Dataset entries:
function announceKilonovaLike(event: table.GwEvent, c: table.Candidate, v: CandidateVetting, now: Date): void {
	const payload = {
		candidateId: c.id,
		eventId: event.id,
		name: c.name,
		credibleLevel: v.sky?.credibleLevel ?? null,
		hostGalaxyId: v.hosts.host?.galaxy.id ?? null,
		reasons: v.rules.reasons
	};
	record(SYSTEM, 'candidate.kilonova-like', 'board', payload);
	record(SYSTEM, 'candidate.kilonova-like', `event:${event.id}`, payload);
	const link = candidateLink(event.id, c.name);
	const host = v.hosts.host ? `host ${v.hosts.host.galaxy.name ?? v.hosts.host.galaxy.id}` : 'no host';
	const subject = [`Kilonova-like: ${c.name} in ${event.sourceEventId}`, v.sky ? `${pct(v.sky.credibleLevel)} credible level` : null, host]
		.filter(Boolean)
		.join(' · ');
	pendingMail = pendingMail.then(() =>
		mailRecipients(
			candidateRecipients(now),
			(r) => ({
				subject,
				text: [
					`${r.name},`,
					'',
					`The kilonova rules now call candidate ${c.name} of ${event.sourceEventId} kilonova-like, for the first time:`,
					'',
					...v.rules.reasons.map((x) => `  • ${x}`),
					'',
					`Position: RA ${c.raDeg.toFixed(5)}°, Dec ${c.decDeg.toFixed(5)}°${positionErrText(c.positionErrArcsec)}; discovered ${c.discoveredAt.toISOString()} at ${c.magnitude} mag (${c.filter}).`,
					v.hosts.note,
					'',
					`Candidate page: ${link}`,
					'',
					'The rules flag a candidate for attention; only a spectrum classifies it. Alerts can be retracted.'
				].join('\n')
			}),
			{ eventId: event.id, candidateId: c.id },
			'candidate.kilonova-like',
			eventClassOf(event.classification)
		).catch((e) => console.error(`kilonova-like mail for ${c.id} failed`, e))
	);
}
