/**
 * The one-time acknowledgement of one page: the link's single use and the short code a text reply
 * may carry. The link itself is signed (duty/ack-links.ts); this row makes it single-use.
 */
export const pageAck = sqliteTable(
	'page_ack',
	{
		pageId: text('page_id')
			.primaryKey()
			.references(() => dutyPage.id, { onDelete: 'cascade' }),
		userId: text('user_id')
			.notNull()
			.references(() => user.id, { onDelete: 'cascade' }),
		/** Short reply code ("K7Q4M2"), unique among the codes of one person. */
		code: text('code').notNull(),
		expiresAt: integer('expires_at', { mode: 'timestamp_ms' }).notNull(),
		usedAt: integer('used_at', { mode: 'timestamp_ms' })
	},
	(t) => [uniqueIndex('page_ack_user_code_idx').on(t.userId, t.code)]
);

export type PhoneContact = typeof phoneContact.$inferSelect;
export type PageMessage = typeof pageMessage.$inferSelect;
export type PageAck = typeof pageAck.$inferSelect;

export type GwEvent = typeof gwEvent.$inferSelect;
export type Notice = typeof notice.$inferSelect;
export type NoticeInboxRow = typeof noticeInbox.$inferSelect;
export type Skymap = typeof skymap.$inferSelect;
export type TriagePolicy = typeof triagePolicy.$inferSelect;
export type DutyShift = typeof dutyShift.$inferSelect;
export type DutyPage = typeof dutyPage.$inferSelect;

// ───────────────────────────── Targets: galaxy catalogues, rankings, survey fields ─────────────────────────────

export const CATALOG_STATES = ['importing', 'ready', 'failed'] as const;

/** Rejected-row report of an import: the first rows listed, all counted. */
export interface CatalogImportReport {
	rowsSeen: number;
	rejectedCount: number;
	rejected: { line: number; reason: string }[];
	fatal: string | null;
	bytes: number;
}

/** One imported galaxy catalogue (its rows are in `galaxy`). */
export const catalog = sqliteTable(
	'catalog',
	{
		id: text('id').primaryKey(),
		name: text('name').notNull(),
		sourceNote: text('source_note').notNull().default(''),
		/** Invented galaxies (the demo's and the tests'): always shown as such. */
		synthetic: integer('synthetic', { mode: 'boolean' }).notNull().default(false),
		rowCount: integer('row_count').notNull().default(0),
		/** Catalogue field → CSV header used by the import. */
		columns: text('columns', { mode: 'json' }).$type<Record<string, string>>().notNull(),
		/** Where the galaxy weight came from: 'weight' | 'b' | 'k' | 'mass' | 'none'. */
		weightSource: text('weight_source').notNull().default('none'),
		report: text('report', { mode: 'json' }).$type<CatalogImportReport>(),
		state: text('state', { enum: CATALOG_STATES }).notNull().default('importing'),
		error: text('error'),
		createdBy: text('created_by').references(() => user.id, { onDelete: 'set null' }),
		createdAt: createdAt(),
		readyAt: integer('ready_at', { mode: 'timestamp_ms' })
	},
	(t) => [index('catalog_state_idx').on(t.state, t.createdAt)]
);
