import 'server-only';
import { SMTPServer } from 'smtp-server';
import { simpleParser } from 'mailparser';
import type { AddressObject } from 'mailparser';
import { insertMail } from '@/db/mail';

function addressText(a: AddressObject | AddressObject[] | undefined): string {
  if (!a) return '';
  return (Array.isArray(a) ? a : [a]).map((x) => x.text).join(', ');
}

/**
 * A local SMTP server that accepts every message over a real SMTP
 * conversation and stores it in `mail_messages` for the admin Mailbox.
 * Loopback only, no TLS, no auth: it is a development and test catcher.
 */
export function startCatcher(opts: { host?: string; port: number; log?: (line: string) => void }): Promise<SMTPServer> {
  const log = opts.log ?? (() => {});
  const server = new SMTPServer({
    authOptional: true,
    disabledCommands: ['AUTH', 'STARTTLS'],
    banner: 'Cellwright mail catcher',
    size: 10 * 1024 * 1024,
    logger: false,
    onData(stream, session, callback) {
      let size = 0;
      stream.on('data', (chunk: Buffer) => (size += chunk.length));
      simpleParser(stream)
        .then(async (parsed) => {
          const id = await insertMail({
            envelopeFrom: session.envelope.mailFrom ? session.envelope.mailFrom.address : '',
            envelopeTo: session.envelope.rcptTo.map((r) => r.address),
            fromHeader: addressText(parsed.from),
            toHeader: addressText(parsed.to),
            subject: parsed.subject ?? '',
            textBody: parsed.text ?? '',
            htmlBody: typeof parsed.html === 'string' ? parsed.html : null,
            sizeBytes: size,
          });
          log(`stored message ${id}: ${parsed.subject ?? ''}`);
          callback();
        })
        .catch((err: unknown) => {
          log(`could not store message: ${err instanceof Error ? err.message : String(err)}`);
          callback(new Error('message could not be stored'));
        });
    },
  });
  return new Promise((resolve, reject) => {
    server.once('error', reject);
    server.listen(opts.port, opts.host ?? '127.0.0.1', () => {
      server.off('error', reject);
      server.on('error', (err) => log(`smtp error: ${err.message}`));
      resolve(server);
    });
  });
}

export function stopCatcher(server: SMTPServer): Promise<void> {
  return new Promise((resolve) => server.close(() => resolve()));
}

### REQUIRED ACTION
Find the lines above that contain the word "candidateId" and copy each one.

### EXERCISE RESPONSE
		candidateId: c.id,
			{ eventId: event.id, candidateId: c.id },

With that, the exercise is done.